● Exercise instructions
Copy out the data below. Keep every word as it is.

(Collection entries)

package soakline;

import java.util.Optional;
import soakline.window.view.SoaklineWindow;

/** Opens the window. Apart from {@link Main}, so that a command loads nothing of a window. */
final class WindowStarter {

    private WindowStarter() {}

    static void start() {
        SoaklineWindow.open(new FileCoupons(), Optional.empty());
    }
}
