package soakline;

import java.nio.file.Path;
import soakline.command.Commands;
import soakline.command.Console;
import soakline.intake.ReadOptions;
import soakline.intake.RunFileReader;
import soakline.problem.Code;
import soakline.problem.Finding;
import soakline.session.EstimateRequest;
import soakline.session.RunReader;

/** Where the program starts and where its parts are put together. */
public final class Main {

    private Main() {}

    public static void main(String[] args) {
        if (args.length > 0) {
            // a command needs no screen, and a display that is named but dead must not stop a figure
            System.setProperty("java.awt.headless", "true");
            System.exit(new Commands(reader(), Console.ofProcess()).run(args));
        } else if (Display.isThere()) {
            WindowStarter.start();
        } else {
            System.exit(sample(Console.ofProcess()));
        }
    }

    /** With no display: says so, and shows what the program does on the first sample run. */
    static int sample(Console console) {
        console.tell(Finding.of(Code.NO_DISPLAY, SampleRuns.FIRST));
        return new Commands(sampleReader(), console).estimate(Path.of(SampleRuns.FIRST));
    }

    static RunReader reader() {
        return (file, request, progress) -> RunFileReader.read(file, options(request), progress::accept);
    }

    private static RunReader sampleReader() {
        return (file, request, progress) ->
                RunFileReader.readText(file.toString(), SampleRuns.text(file.toString()), options(request));
    }

    private static ReadOptions options(EstimateRequest request) {
        return new ReadOptions(request.columns(), request.datePattern());
    }
}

● Result of this task
package soakline;

import java.util.Optional;
import soakline.window.view.SoaklineWindow;

/** Opens the window. Apart from {@link Main}, so that a command loads nothing of a window. */
final class WindowStarter {

    private WindowStarter() {}

    static void start() {
        SoaklineWindow.open(new FileCoupons(), Optional.empty());
    }
}
package soakline;

import java.nio.file.Path;
import soakline.command.Commands;
import soakline.command.Console;
import soakline.intake.ReadOptions;
import soakline.intake.RunFileReader;
import soakline.problem.Code;
import soakline.problem.Finding;
import soakline.session.EstimateRequest;
import soakline.session.RunReader;

/** Where the program starts and where its parts are put together. */
public final class Main {

    private Main() {}

    public static void main(String[] args) {
        if (args.length > 0) {
            // a command needs no screen, and a display that is named but dead must not stop a figure
            System.setProperty("java.awt.headless", "true");
            System.exit(new Commands(reader(), Console.ofProcess()).run(args));
        } else if (Display.isThere()) {
            WindowStarter.start();
        } else {
            System.exit(sample(Console.ofProcess()));
        }
    }

    /** With no display: says so, and shows what the program does on the first sample run. */
    static int sample(Console console) {
        console.tell(Finding.of(Code.NO_DISPLAY, SampleRuns.FIRST));
        return new Commands(sampleReader(), console).estimate(Path.of(SampleRuns.FIRST));
    }

    static RunReader reader() {
        return (file, request, progress) -> RunFileReader.read(file, options(request), progress::accept);
    }

    private static RunReader sampleReader() {
        return (file, request, progress) ->
                RunFileReader.readText(file.toString(), SampleRuns.text(file.toString()), options(request));
    }

    private static ReadOptions options(EstimateRequest request) {
        return new ReadOptions(request.columns(), request.datePattern());
    }
}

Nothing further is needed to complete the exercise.